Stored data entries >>
▬▬▬

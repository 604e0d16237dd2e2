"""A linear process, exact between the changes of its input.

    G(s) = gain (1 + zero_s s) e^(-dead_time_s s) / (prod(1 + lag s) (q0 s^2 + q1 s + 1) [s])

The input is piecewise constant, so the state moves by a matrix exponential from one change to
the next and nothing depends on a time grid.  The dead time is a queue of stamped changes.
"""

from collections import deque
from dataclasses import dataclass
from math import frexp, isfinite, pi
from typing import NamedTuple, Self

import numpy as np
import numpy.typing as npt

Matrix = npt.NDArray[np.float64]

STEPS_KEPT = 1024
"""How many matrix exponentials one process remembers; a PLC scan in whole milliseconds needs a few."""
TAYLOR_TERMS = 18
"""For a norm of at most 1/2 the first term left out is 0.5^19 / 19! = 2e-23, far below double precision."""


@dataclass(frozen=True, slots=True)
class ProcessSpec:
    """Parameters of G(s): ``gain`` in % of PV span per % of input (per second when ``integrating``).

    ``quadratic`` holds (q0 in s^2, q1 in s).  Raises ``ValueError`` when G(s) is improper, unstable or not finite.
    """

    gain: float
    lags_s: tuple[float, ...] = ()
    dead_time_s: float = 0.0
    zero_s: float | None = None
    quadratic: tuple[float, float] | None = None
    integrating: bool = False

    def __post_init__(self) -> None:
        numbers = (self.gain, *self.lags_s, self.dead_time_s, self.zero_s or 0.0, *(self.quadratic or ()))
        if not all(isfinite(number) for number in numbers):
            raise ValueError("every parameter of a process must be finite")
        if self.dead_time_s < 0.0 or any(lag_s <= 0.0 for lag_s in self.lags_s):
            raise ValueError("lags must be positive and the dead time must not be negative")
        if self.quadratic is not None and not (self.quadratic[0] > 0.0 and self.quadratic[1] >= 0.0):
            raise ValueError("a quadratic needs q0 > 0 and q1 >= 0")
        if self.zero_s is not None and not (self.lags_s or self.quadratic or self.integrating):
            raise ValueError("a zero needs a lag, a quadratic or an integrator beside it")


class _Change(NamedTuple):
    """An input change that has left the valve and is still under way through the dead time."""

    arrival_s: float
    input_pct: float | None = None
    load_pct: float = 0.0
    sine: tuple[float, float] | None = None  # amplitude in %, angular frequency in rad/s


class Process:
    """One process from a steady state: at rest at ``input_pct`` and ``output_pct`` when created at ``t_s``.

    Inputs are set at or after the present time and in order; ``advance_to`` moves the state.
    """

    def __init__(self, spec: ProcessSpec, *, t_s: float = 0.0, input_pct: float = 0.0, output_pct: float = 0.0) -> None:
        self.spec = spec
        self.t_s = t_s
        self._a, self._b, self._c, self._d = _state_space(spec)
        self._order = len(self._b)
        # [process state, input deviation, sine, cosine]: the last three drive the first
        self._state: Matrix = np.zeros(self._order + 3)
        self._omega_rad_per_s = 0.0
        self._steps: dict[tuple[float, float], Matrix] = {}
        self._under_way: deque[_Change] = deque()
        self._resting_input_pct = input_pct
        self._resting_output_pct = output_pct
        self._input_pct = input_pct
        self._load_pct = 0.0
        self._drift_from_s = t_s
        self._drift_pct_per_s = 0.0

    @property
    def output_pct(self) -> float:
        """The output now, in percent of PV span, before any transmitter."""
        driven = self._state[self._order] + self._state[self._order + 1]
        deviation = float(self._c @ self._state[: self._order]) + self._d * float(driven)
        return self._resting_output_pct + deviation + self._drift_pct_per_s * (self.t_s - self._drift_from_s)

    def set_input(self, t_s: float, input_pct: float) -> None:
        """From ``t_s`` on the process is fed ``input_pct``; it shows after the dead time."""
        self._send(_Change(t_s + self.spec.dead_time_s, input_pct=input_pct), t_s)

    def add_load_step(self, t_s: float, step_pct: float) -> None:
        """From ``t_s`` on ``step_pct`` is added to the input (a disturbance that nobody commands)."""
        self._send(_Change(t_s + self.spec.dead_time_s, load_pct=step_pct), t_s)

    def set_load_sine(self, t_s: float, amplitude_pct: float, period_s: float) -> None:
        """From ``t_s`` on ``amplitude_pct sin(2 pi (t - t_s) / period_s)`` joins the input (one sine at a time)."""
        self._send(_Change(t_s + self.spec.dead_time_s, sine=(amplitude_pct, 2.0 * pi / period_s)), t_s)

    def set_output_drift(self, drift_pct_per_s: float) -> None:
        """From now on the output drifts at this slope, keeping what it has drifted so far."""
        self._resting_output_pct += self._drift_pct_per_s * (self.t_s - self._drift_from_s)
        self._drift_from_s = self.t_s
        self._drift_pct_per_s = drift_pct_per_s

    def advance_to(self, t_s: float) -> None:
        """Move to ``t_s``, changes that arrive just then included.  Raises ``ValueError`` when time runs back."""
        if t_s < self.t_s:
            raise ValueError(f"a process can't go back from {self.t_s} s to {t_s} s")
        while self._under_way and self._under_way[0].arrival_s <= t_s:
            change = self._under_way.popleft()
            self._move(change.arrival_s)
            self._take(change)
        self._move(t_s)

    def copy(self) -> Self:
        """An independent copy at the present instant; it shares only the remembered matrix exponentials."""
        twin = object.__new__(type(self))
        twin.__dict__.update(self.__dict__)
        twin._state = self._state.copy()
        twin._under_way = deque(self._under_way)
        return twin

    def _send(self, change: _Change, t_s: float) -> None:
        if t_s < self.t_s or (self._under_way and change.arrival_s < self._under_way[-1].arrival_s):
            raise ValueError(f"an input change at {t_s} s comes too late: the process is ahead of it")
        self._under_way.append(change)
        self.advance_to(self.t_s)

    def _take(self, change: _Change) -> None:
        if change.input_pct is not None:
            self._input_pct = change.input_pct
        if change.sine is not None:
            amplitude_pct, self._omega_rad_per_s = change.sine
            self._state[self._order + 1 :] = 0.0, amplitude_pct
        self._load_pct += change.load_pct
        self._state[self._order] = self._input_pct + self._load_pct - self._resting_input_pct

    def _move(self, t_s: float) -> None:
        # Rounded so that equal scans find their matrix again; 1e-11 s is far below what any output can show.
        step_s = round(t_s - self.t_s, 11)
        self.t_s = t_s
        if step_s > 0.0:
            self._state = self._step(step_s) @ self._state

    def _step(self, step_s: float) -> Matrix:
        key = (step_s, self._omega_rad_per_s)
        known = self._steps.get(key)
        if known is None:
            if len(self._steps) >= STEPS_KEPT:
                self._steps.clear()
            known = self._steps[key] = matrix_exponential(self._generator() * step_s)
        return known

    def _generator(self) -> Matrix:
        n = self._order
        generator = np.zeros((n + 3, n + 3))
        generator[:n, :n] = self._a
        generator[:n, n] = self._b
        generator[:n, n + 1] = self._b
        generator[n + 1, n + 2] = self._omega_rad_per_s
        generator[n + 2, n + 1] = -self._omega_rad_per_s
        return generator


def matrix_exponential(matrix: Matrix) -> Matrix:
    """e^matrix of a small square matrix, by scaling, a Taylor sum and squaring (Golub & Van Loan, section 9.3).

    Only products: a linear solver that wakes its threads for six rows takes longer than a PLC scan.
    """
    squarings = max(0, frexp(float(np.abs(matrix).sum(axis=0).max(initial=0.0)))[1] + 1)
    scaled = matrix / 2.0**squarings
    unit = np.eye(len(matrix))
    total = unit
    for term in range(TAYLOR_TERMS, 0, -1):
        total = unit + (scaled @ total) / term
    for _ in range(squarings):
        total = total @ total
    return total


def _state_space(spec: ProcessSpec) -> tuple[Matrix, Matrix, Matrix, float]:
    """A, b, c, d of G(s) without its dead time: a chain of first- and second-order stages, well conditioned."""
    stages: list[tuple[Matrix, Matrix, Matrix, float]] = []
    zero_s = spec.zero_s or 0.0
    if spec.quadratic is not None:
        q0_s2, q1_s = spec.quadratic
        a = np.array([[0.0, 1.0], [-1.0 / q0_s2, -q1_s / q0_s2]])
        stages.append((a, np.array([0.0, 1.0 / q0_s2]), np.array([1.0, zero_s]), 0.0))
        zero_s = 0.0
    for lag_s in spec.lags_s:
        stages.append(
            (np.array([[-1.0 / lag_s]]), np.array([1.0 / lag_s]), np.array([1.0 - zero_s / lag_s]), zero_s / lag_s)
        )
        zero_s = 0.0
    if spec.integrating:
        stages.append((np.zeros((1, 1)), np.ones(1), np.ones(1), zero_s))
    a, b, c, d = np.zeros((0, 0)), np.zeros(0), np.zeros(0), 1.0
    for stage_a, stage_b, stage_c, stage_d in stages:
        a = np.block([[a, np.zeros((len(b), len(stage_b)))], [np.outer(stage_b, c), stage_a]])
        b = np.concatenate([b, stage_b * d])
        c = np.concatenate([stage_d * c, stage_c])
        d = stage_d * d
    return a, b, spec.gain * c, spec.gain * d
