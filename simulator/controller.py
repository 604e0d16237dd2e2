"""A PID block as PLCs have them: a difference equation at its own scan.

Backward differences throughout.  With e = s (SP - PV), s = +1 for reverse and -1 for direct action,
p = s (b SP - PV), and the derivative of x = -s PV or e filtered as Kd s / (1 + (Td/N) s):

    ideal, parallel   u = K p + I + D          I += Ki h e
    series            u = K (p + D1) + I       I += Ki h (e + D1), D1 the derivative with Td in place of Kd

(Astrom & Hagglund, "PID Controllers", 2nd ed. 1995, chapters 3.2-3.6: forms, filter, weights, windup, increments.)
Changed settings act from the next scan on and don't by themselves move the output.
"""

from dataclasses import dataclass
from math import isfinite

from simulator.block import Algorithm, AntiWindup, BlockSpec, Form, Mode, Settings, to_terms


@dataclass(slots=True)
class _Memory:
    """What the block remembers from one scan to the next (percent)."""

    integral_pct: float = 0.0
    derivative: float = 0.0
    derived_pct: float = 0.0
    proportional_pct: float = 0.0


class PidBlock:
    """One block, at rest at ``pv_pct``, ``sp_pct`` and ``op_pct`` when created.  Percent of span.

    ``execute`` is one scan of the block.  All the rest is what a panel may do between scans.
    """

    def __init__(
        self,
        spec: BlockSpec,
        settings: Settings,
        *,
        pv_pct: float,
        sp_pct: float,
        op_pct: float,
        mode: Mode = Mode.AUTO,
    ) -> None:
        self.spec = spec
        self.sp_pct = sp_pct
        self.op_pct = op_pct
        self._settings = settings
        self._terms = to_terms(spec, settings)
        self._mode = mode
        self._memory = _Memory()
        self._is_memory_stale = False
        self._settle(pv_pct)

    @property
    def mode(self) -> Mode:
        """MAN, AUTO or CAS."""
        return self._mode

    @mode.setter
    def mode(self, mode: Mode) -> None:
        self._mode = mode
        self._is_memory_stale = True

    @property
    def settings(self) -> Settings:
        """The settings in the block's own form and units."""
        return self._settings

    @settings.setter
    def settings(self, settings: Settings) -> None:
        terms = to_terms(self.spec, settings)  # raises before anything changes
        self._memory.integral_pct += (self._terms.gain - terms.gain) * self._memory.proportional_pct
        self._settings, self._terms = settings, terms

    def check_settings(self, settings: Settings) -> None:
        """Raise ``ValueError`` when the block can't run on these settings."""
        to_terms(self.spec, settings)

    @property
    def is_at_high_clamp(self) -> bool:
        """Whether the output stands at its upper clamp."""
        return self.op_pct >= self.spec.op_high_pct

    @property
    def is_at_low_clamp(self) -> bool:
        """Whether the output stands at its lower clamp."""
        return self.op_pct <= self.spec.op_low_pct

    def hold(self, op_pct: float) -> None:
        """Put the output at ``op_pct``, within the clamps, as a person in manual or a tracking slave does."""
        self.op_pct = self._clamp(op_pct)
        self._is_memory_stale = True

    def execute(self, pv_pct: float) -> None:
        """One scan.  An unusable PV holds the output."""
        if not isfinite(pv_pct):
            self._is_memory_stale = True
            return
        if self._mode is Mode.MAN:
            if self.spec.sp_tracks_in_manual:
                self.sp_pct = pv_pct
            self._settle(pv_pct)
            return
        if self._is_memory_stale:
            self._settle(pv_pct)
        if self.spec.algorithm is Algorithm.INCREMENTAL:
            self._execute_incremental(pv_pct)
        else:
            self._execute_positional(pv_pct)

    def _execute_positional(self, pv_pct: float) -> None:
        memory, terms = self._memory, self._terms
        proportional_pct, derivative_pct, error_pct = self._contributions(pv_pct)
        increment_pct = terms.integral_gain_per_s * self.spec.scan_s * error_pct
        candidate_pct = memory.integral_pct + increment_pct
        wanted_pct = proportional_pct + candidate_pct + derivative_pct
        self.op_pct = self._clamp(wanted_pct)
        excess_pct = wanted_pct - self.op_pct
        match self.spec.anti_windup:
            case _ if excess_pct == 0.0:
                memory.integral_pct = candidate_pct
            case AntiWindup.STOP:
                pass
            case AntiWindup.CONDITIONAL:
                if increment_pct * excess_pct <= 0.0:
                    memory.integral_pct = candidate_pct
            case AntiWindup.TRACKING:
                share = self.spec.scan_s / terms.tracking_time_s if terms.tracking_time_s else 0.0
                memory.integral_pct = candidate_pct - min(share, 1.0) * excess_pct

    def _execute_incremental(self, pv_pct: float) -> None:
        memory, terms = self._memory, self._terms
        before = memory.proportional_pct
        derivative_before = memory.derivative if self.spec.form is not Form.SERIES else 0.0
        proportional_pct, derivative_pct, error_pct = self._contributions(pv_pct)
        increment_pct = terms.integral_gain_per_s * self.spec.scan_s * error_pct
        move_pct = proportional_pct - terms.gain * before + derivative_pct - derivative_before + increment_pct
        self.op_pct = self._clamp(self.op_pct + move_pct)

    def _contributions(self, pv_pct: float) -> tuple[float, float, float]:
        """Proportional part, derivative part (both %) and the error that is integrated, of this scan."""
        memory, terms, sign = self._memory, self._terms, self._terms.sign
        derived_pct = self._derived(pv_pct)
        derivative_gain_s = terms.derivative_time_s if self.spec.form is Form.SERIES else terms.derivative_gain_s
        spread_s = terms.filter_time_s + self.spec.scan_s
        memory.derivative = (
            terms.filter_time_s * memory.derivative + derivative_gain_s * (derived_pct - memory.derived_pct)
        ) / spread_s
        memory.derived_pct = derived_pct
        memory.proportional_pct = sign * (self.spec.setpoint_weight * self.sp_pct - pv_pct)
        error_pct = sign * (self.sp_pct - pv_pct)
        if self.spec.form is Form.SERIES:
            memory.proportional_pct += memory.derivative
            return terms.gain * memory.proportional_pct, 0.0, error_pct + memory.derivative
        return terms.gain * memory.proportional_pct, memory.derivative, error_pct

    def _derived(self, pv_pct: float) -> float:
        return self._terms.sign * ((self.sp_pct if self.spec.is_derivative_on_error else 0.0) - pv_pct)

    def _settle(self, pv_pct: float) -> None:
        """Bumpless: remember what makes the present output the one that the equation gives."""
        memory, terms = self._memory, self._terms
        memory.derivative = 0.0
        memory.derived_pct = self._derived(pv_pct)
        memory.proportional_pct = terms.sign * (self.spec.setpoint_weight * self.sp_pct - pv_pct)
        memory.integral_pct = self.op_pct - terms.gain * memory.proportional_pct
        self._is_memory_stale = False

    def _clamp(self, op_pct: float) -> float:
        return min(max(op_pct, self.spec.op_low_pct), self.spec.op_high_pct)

▬▬▬

PROBLEM REQUIREMENTS >>
Using the data above, reproduce exactly the lines from the line that contains "quadratic: tuple[float, float]" through the line that contains "must be positive", including both.

REPLY TO THE EXERCISE >>
    quadratic: tuple[float, float] | None = None
    integrating: bool = False

    def __post_init__(self) -> None:
        numbers = (self.gain, *self.lags_s, self.dead_time_s, self.zero_s or 0.0, *(self.quadratic or ()))
        if not all(isfinite(number) for number in numbers):
            raise ValueError("every parameter of a process must be finite")
        if self.dead_time_s < 0.0 or any(lag_s <= 0.0 for lag_s in self.lags_s):
            raise ValueError("lags must be positive and the dead time must not be negative")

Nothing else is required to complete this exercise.